Data analysis
Our general modeling framework included site category as a fixed effect (HP source, LP native, old introduction, and recent introduction) and site as a random effect nested within drainage (Fig. 1). We assigned drainages to reflect paired HP to LP translocations. For example, although the El Cedro is a tributary of the Guanapo River, we assigned the two El Cedro sites their own drainage because the translocation occurred within that river. Turure was assigned to its own drainage (as opposed to its HP source site Guanapo) because these two sites are not physically connected. We used this model structure to test for differences among all univariate response variables (stream characteristics, fish traits, gut content) with linear mixed-effects models (R package lmer, Bates et al. 2015), after transforming response variables to meet assumptions of normality, comparing null and fixed-effect models using a likelihood ratio test.

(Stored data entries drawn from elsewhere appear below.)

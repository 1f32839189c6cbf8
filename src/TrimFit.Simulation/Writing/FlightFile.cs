namespace TrimFit.Simulation;

/// <summary>One file of a made-up flight.</summary>
/// <param name="Name">File name; a folder is joined with a slash.</param>
/// <param name="Content">Bytes.</param>
public sealed record FlightFile(string Name, ReadOnlyMemory<byte> Content);
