using System.Text;
using System.Text.Json;

namespace TrimFit.Simulation;

/// <summary>The truth of a made-up flight as JSON, in the units people read, schema <c>trimfit-truth/1</c>.</summary>
public static class TruthJson
{
    /// <summary>Writes the truth.</summary>
    /// <returns>UTF-8 text with a final newline; numbers have nine significant digits, so that it is the same on every machine.</returns>
    public static string Write(SimulatedFlight flight)
    {
        ArgumentNullException.ThrowIfNull(flight);
        FlightTruth t = flight.Truth;
        using var stream = new MemoryStream();
        using (var json = new Utf8JsonWriter(stream, new JsonWriterOptions { Indented = true, NewLine = "\n" }))
        {
            json.WriteStartObject();
            json.WriteString("schema", "trimfit-truth/1");
            json.WriteString("name", flight.Scenario.Name);
            json.WriteNumber("seed", flight.Scenario.Seed);
            Number("constant_deg_s", Deg(t.ConstantRadPerSec));
            Number("thrust_deg_s_per_n", Deg(t.ThrustRadPerSecPerN));
            Number("thrust_squared_deg_s_per_n2", Deg(t.ThrustSquaredRadPerSecPerN2));
            Number("slope_at_zero_deg_s_per_n", Deg(t.SlopeAtZeroRadPerSecPerN));
            Number("brake_deg_s_per_mm", Deg(t.BrakeRadPerSecPerM) / 1000);
            json.WriteStartArray("pull");
            foreach (PullTruth pull in t.Pull)
            {
                json.WriteStartObject();
                json.WriteString("setting", pull.Setting);
                Number("thrust_n", pull.ThrustN);
                Number("rate_deg_s", Deg(pull.RateRadPerSec));
                json.WriteEndObject();
            }
            json.WriteEndArray();
            Number("level_thrust_n", t.LevelThrustN);
            Number("full_thrust_n", t.FullThrustN);
            Number("sensitivity_deg_s_per_mm", Deg(t.SensitivityRadPerSecPerM) / 1000);
            Number("yaw_ratio", t.YawRatio);
            Maybe("null_shift_mm", t.NullShiftM * 1000);
            Number("equivalent_shift_mm", t.EquivalentShiftM * 1000);
            json.WriteStartObject("travel_mm");
            foreach (TravelTruth travel in t.Travels)
                Maybe(travel.Kind, travel.TravelM * 1000);
            json.WriteEndObject();
            Maybe("gyro_bias_deg_s", t.GyroBiasRadPerSec is double bias ? Deg(bias) : null);
            Number("wind_north_m_s", t.WindNorthMPerSec);
            Number("wind_east_m_s", t.WindEastMPerSec);
            Number("airspeed_m_s", t.AirspeedMPerSec);
            json.WriteStartArray("legs");
            foreach (FlownLeg leg in flight.Legs)
            {
                json.WriteStartObject();
                Number("start_s", leg.StartSec);
                Number("end_s", leg.EndSec);
                json.WriteString("control", ScenarioKeys.WordFor(leg.Leg.Control));
                Number("throttle_percent", leg.ThrottleFraction * 100);
                json.WriteEndObject();
            }
            json.WriteEndArray();
            json.WriteEndObject();

            void Number(string name, double value) => json.WriteNumber(name, Rounded(value));
            void Maybe(string name, double? value)
            {
                if (value is double number)
                    Number(name, number);
                else
                    json.WriteNull(name);
            }
        }
        return Encoding.UTF8.GetString(stream.ToArray()) + "\n";
    }

    private static double Deg(double rad) => double.RadiansToDegrees(rad);

    /// <summary>Nine significant digits; what is below 1e-12 is zero left over from the solution.</summary>
    private static decimal Rounded(double value)
    {
        if (Math.Abs(value) < 1e-12)
            return 0;
        int digits = Math.Clamp(8 - (int)Math.Floor(Math.Log10(Math.Abs(value))), 0, 20);
        return Math.Round((decimal)value, digits) / 1.0000000000000000000000000000m; // the division drops trailing zeros
    }
}
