using System.Collections.Immutable;
using System.Text;
using TrimFit.Core.Logs;

namespace TrimFit.Simulation;

/// <summary>The files that <c>trimfit synth</c> writes for a scenario.</summary>
public static class FlightFiles
{
    private static readonly HashSet<ChannelRole> _engine =
    [
        ChannelRole.Rpm, ChannelRole.Throttle, ChannelRole.Voltage, ChannelRole.Current, ChannelRole.YawRate, ChannelRole.Heading,
        ChannelRole.BrakeLeft, ChannelRole.BrakeRight, ChannelRole.TrimmerLeft, ChannelRole.TrimmerRight, ChannelRole.Airspeed,
        ChannelRole.HandsOff, ChannelRole.Marker,
    ];

    /// <summary>Logs, rig, sheet and truth of a flight.</summary>
    /// <param name="flight">The flight.</param>
    /// <param name="stem">Start of each file's name, such as <c>uncorrected</c>.</param>
    /// <exception cref="ArgumentException">The flight lacks a sensor that its kind of log file needs.</exception>
    public static ImmutableArray<FlightFile> Of(SimulatedFlight flight, string stem)
    {
        ArgumentNullException.ThrowIfNull(flight);
        ArgumentException.ThrowIfNullOrEmpty(stem);
        return
        [
            .. Logs(flight, stem),
            new(stem + "-rig.toml", Encoding.UTF8.GetBytes(RigText.Write(flight.Scenario))),
            new(stem + "-sheet.toml", Encoding.UTF8.GetBytes(SheetText.Write(flight))),
            new(stem + "-truth.json", Encoding.UTF8.GetBytes(TruthJson.Write(flight))),
        ];
    }

    /// <summary>The log files alone.</summary>
    /// <param name="flight">The flight.</param>
    /// <param name="stem">Start of each file's name.</param>
    /// <exception cref="ArgumentException">The flight lacks a sensor that its kind of log file needs.</exception>
    public static ImmutableArray<FlightFile> Logs(SimulatedFlight flight, string stem)
    {
        ArgumentNullException.ThrowIfNull(flight);
        ArgumentException.ThrowIfNullOrEmpty(stem);
        FlightLog log = flight.Log;
        OutputSetup output = flight.Scenario.Output;
        CsvDialect engine = output.Dialect with { ClockOffsetSec = output.Dialect.ClockOffsetSec + output.EngineClockOffsetSec };
        FlightFile EngineCsv() => new(stem + "-engine.csv", LogWriters.Csv(log, engine, _engine));
        return output.Logs switch
        {
            LogSet.Csv => [new(stem + ".csv", LogWriters.Csv(log, output.Dialect))],
            LogSet.EngineCsvAndIgc => [EngineCsv(), new(stem + ".igc", LogWriters.Igc(log))],
            LogSet.EngineCsvAndGpx => [EngineCsv(), new(stem + ".gpx", LogWriters.Gpx(log))],
            LogSet.EngineCsvAndNmea => [EngineCsv(), new(stem + ".nmea", LogWriters.Nmea(log))],
            LogSet.PhoneAndGpx =>
            [
                .. PhoneFolder(log, stem + "-phone"),
                new(stem + ".gpx", LogWriters.Gpx(log)),
                .. log.Has(ChannelRole.Rpm) || log.Has(ChannelRole.Throttle) || log.Has(ChannelRole.BrakeLeft) ? [EngineCsv()] : (FlightFile[])[],
            ],
            _ => [new(stem + ".igc", LogWriters.Igc(log))],
        };
    }

    /// <summary>The folder a phone writes: one CSV file for each of its sensors, on one clock.</summary>
    /// <param name="log">A log with a three-axis gyro and accelerometer.</param>
    /// <param name="folder">Name of the folder.</param>
    /// <exception cref="ArgumentException">The log has no three-axis gyro or no date.</exception>
    public static ImmutableArray<FlightFile> PhoneFolder(FlightLog log, string folder)
    {
        ArgumentNullException.ThrowIfNull(log);
        if (!log.Has(ChannelRole.GyroZ))
            throw new ArgumentException("has no three-axis gyro: set inertial_hz in [sensors]", nameof(log));
        var dialect = new CsvDialect { Time = CsvTime.EpochMilliseconds };
        ImmutableArray<FlightFile>.Builder files = ImmutableArray.CreateBuilder<FlightFile>();
        Add("gyroscope.csv", [ChannelRole.GyroX, ChannelRole.GyroY, ChannelRole.GyroZ]);
        Add("accelerometer.csv", [ChannelRole.AccelerationX, ChannelRole.AccelerationY, ChannelRole.AccelerationZ]);
        Add("location.csv", [ChannelRole.Latitude, ChannelRole.Longitude, ChannelRole.GroundSpeed, ChannelRole.GroundCourse]);
        Add("barometer.csv", [ChannelRole.Altitude, ChannelRole.VerticalSpeed]);
        Add("compass.csv", [ChannelRole.Heading]);
        return files.ToImmutable();

        void Add(string name, HashSet<ChannelRole> roles)
        {
            if (roles.Any(log.Has))
                files.Add(new(folder + "/" + name, LogWriters.Csv(log, dialect, roles)));
        }
    }
}
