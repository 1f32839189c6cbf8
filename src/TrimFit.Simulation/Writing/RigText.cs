using System.Globalization;
using System.Text;

namespace TrimFit.Simulation;

/// <summary>The rig file that the pilot of a made-up flight would write.</summary>
public static class RigText
{
    /// <summary>Writes the rig file (TOML, schema <c>trimfit-rig/1</c>).</summary>
    /// <param name="s">The machine.</param>
    /// <param name="knowledge">What the pilot knows of it and how wrongly; null is what the scenario says.</param>
    public static string Write(Scenario s, RigKnowledge? knowledge = null)
    {
        ArgumentNullException.ThrowIfNull(s);
        RigKnowledge k = knowledge ?? s.Knowledge;
        var text = new StringBuilder();
        PropellerSetup p = s.Propeller;
        GeometrySetup g = s.Geometry;
        int rotation = k.RotationWrong ? -p.Rotation : p.Rotation;
        Line($"schema = \"trimfit-rig/1\"");
        Line($"name = \"{s.Name.Replace("\\", "\\\\", StringComparison.Ordinal).Replace("\"", "\\\"", StringComparison.Ordinal)}\"");
        Table("machine");
        Line($"kind = \"foot_launch\"");
        Table("mass");
        Line($"pilot_kg = {Value(s.Mass.PilotKg)}");
        Line($"power_unit_kg = {Value(s.Mass.PowerUnitKg)}");
        if (k.Offsets)
            Line($"power_unit_lateral_mm = {Mm(s.Mass.PowerUnitLateralM)}");
        if (k.ThrustLine)
            Line($"cg_depth_mm = {Mm(s.Mass.CgDepthM)}");
        Table("propeller");
        Line($"rotation = \"{(rotation > 0 ? "clockwise" : rotation < 0 ? "counter-clockwise" : "contra-rotating")}\"");
        Line($"diameter_m = {Value(p.DiameterM)}");
        if (k.Power)
        {
            Line($"shaft_power_kw = {Value(Math.Tau * p.FullRevPerSec * p.FullTorqueNm * (1 + k.PowerError) / 1000)}");
            Line($"static_thrust_n = {Value(p.FullThrustN * (1 + k.ThrustError))}");
        }
        Line($"full_power_rpm = {Value(p.FullRevPerSec * s.Sensors.RpmFactor * 60)}");
        if (s.Sensors.RpmFactor != 1) // 1: the logger counts the propeller, exactly
        {
            Line($"rpm_is = \"engine\"");
            Line($"reduction_ratio = {Value(s.Sensors.RpmFactor)}");
        }
        if (p.Clutch)
        {
            Line($"drive = \"clutch\"");
            Line($"clutch_engage_rpm = {Value(PropellerSetup.ClutchOverIdle * p.IdleRatio * p.FullRevPerSec * s.Sensors.RpmFactor * 60)}");
        }
        if (k.ThrustLine)
        {
            Line($"hang_back_deg = {Value(double.RadiansToDegrees(p.HangBackRad + k.HangBackErrorRad))}");
            Line($"thrust_line_mm = {Mm(p.ThrustLineM + k.ThrustLineErrorM)}");
            Line($"thrust_line_depth_mm = {Mm(p.ThrustLineDepthM)}");
        }
        Table("carabiners");
        Line($"left_mm = {Mm(g.LeftCarabinerM + k.CarabinerErrorM)}");
        Line($"right_mm = {Mm(g.RightCarabinerM + k.CarabinerErrorM)}");
        if (k.Offsets)
        {
            Table("hang_points");
            Line($"front_share = {Value(g.FrontShare)}");
            Line($"front_offset_mm = {Mm(g.FrontHangPointsM + k.HangPointErrorM)}");
            Line($"rear_offset_mm = {Mm(g.RearHangPointsM + k.HangPointErrorM)}");
        }
        Table("brakes");
        Line($"full_travel_mm = {Mm(s.Brakes.FullTravelM)}");
        Table("wing");
        Line($"mass_kg = {Value(s.Mass.WingKg)}");
        if (k.WingSpeeds)
        {
            Line($"trim_speed_m_s = {Value(s.Wing.TrimSpeedMPerSec)}");
            Line($"glide_sink_m_s = {Value(s.Wing.GlideSinkMPerSec)}");
        }
        if (k.Lines)
        {
            Line($"line_length_m = {Value(s.Wing.LineLengthM)}");
            Line($"line_spread_m = {Value(s.Wing.LineSpreadM)}");
        }
        if (k.SensitivityRadPerSecPerM is double sensitivity)
            Line($"sensitivity_deg_s_per_mm = {Value(double.RadiansToDegrees(sensitivity) / 1000)}");
        return text.ToString();

        void Line(FormattableString line) => text.Append(line.ToString(CultureInfo.InvariantCulture)).Append('\n');
        void Table(string name) => text.Append('\n').Append('[').Append(name).Append("]\n");
    }

    private static string Mm(double meters) => Value(meters * 1000);

    private static string Value(double value) => Math.Round(value, 4).ToString("0.####", CultureInfo.InvariantCulture) is "-0" ? "0"
        : Math.Round(value, 4).ToString("0.####", CultureInfo.InvariantCulture);
}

Before testing statistical differences among gut microbial communities, we performed standard pre-processing steps (Table S1). MiSeq lane did not significantly affect the composition of our control samples (PerMANOVA p<0.1). We assessed statistical differences in community structure across site categories using permutational analysis of variance (PerMANOVA) on the unweighted (presence-absence) and weighted (incorporates abundance) Unifrac distance matrices using phyloseq (McMurdie & Holmes 2013) and vegan (Oksanen et al.2017) in R (R Core Team 2017). Permutations were robust to the order of factors, which included gut position, stream treatment, and site, and were constrained by drainage as a random effect. We also tested the effect of site category on posterior gut microbiomes (all sites), in LP sites alone (LP natives and introductions), and within each drainage, adjusting p-values using Bonferroni correction.
We quantified the variance in community composition explained by environmental variables (stream temperature, which correlated to stream pH, r2=0.42, p<0.001), gut morphology, and gut content using distance-based redundancy analysis (function dbRDA in vegan, Legendre and Anderson 1999). DbRDA regresses predictor variables on a sample dissimilarity matrix and tests their significance for explaining community distances. Our model included drainage as a conditional factor. We partitioned the variance each predictor variable explained using multivariate variance partitioning (function varpart, vegan). Compared to the commonly-used envfit function, dbRDA and varpart partition variance from the raw distance matrix, rather than correlating variables with reduced data, which predisposes predictors to explain a high degree of variance. Gut content analysis (which also included gut length measurements) was performed on a subset of fish distinct from the subset for which gut microbiome was sequenced. Therefore, diet was described at the population level rather than paired to microbiome measurements. To account for this, we used population-level means for all predictor variables. This did not affect conclusions. Since the microbiome from HP source populations was so distinct from other site categories, we repeated all variance partitioning and dbRDA without HP source to examine factors controlling mirobiome in LP environments.
We used the distance matrices to calculate mean distance between a source population and its respective introductions (and the LP native site from the corresponding drainage). Betadispersion, or the compositional variation of the microbiome among a group of individuals, was calculated using betadisper in vegan (R Core Team 2017). In addition to betadispersion, we quantified microbiome richness, Shannon-Weiner diversity (Pielou 1975), and Pielou’s Evenness (Pielou 1975) on rarefied data. We assessed differences using the univariate linear mixed effects models described above.